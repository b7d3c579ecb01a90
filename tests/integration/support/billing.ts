// One customer's month with one bin on hire for the billing tests: the tariff replaced by a plain one (no free days,
// 2.00 a day, no fees), the bin delivered on the month's first day and collected on its last, the statement issued.
// Worked by hand: a 31-day month is 30 counted days (the delivery day is free by the default count) = 60.00 net,
// VAT 21 % 12.60, total 72.60; a 30-day month 29 days = 58.00, VAT 12.18, total 70.18.
import { sequelize } from './db';
import { newBin, type PoolWorld } from './fixtures';
import { handTrip } from './hand-made';
import { issueStatement } from '@/lib/billing/statements.server';
import { billingMonth } from '@/lib/billing/statement-input';

export async function oneBinMonth(w: PoolWorld, month: string): Promise<{ statementId: number }> {
  const period = billingMonth(month)!;
  await sequelize.query(`DELETE FROM tariffs WHERE customer_id = $1`, { bind: [w.customer.id] });
  await sequelize.query(
    `INSERT INTO tariffs (customer_id, free_days, daily_rate, per_trip_fee, lost_bin_fee, currency, valid_from) VALUES ($1, 0, 2.00, 0, 0, 'EUR', '2000-01-01')`,
    { bind: [w.customer.id] },
  );
  const bin = await newBin(w);
  await handTrip({
    assetId: bin.id,
    customerId: w.customer.id,
    depotSiteId: w.depot.id,
    dispatchedAt: `${period.from}T06:00:00Z`,
    deliveredAt: `${period.from}T09:00:00Z`,
    collectedAt: `${period.to}T10:00:00Z`,
  });
  return { statementId: (await issueStatement(w.customer.id, month, { userId: null, ip: null })).id };
}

========

:: TASK BRIEF ::
The full listing must be retyped precisely, with no line left out.

:: EXERCISE RESULT ::
repository b7d3c579ecb01a90
filename tests/integration/support/billing.ts
// One customer's month with one bin on hire for the billing tests: the tariff replaced by a plain one (no free days,
// 2.00 a day, no fees), the bin delivered on the month's first day and collected on its last, the statement issued.
// Worked by hand: a 31-day month is 30 counted days (the delivery day is free by the default count) = 60.00 net,
// VAT 21 % 12.60, total 72.60; a 30-day month 29 days = 58.00, VAT 12.18, total 70.18.
import { sequelize } from './db';
import { newBin, type PoolWorld } from './fixtures';
import { handTrip } from './hand-made';
import { issueStatement } from '@/lib/billing/statements.server';
import { billingMonth } from '@/lib/billing/statement-input';

export async function oneBinMonth(w: PoolWorld, month: string): Promise<{ statementId: number }> {
  const period = billingMonth(month)!;
  await sequelize.query(`DELETE FROM tariffs WHERE customer_id = $1`, { bind: [w.customer.id] });
  await sequelize.query(
    `INSERT INTO tariffs (customer_id, free_days, daily_rate, per_trip_fee, lost_bin_fee, currency, valid_from) VALUES ($1, 0, 2.00, 0, 0, 'EUR', '2000-01-01')`,
    { bind: [w.customer.id] },
  );
  const bin = await newBin(w);
  await handTrip({
    assetId: bin.id,
    customerId: w.customer.id,
    depotSiteId: w.depot.id,
    dispatchedAt: `${period.from}T06:00:00Z`,
    deliveredAt: `${period.from}T09:00:00Z`,
    collectedAt: `${period.to}T10:00:00Z`,
  });
  return { statementId: (await issueStatement(w.customer.id, month, { userId: null, ip: null })).id };
}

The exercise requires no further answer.